> _Study material_
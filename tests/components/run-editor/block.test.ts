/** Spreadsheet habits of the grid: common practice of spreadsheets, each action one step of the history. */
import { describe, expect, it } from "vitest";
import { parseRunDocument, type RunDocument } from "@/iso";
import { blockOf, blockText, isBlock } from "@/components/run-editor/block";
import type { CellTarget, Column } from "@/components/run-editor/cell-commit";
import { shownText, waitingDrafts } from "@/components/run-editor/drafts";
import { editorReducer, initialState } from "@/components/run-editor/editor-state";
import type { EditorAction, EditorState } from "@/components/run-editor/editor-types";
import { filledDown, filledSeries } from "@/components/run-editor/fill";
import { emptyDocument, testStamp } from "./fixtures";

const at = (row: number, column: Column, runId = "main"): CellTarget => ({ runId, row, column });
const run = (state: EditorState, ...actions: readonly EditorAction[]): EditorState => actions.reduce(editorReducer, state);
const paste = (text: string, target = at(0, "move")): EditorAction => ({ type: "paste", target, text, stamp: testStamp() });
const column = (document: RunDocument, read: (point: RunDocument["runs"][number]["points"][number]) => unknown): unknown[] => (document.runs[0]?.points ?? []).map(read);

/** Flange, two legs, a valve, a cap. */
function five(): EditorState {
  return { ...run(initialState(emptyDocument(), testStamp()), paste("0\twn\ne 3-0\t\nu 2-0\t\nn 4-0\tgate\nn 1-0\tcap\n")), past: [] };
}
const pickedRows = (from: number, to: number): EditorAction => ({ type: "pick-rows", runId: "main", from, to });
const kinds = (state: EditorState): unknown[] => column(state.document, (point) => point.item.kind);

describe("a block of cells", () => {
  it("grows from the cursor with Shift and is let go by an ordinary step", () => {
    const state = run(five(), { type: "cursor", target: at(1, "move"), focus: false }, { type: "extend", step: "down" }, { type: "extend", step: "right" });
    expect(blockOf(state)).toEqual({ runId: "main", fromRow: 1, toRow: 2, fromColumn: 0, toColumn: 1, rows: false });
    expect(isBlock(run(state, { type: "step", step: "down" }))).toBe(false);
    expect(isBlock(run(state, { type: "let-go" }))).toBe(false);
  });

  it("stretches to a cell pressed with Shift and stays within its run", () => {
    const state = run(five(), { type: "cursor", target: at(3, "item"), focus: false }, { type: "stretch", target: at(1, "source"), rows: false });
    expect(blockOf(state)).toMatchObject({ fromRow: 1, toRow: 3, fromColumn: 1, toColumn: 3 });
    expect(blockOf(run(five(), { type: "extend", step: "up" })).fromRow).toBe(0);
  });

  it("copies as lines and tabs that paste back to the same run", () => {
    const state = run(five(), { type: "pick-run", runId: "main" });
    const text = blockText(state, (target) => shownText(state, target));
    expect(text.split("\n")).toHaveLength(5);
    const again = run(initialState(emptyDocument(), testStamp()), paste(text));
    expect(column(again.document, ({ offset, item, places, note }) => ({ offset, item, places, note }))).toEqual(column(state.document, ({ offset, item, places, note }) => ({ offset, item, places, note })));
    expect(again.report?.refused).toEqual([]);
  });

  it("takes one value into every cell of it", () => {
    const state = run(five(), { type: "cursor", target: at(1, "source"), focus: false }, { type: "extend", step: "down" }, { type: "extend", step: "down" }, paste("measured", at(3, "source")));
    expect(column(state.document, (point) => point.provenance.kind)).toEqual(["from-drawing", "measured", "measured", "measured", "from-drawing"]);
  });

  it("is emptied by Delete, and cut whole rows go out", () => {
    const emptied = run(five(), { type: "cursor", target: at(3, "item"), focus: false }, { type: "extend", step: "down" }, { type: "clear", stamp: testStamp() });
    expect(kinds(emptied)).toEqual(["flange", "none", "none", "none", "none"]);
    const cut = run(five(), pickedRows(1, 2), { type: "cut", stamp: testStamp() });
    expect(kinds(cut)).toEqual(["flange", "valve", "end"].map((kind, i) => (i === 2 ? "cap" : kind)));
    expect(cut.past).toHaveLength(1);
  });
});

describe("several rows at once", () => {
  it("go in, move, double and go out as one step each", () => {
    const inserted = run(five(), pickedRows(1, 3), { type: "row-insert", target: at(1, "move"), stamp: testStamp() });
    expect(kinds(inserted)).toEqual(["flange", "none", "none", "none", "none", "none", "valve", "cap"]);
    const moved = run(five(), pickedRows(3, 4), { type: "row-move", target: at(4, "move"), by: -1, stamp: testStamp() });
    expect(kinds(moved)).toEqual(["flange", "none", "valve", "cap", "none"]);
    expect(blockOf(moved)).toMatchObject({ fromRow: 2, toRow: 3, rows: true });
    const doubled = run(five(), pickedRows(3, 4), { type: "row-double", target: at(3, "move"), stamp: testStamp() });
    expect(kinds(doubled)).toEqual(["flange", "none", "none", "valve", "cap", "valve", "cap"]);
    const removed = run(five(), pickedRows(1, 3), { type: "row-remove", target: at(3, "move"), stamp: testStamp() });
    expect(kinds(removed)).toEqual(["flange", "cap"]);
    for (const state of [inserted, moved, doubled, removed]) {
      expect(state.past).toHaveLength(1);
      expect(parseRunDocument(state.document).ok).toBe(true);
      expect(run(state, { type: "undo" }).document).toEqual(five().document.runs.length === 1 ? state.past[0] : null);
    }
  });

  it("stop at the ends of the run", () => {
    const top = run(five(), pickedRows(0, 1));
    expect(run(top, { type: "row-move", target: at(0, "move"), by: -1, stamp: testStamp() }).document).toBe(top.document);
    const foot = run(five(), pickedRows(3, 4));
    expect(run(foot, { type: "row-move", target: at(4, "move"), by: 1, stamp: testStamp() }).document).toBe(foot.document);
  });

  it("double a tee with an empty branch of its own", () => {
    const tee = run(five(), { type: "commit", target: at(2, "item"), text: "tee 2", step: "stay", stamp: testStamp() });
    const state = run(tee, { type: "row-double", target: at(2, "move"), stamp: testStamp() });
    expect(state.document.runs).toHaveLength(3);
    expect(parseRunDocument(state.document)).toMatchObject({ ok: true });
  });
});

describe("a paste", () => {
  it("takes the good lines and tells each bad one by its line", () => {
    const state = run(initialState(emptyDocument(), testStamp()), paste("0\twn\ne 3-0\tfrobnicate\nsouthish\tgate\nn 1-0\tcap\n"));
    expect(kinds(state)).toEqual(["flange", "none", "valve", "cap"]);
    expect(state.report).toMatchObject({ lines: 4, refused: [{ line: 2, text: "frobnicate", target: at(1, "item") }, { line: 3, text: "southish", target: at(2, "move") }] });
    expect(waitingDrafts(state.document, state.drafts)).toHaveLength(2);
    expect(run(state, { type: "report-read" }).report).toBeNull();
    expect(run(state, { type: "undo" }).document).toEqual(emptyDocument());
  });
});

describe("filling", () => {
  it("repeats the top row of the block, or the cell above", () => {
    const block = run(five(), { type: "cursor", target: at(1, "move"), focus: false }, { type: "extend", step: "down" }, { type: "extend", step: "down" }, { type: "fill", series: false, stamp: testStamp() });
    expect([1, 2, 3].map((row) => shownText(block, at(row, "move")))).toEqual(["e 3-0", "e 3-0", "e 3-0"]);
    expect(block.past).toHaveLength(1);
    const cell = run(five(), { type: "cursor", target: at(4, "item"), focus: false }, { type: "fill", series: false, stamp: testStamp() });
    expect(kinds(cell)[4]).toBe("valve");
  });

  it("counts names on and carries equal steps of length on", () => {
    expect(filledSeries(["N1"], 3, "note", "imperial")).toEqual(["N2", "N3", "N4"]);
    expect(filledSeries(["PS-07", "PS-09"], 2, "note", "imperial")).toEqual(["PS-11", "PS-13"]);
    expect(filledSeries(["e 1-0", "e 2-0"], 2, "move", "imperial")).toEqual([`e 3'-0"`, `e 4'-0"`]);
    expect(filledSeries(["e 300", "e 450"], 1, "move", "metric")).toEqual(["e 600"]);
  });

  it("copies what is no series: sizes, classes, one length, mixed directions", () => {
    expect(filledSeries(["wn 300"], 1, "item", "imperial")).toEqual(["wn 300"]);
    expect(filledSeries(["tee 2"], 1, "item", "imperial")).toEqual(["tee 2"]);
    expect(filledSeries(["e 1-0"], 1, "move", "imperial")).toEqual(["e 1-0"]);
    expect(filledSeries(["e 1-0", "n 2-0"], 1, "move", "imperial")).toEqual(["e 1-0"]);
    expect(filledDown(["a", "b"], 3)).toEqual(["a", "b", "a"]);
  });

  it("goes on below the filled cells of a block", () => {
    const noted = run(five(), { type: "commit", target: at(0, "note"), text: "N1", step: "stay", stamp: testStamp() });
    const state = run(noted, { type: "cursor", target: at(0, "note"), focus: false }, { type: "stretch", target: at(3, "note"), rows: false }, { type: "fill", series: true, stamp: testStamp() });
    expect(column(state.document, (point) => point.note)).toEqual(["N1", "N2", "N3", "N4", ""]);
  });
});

> _What needs to be done_
State the count of lines in the material above that include "cells", with no other words.

> _Expected output_
2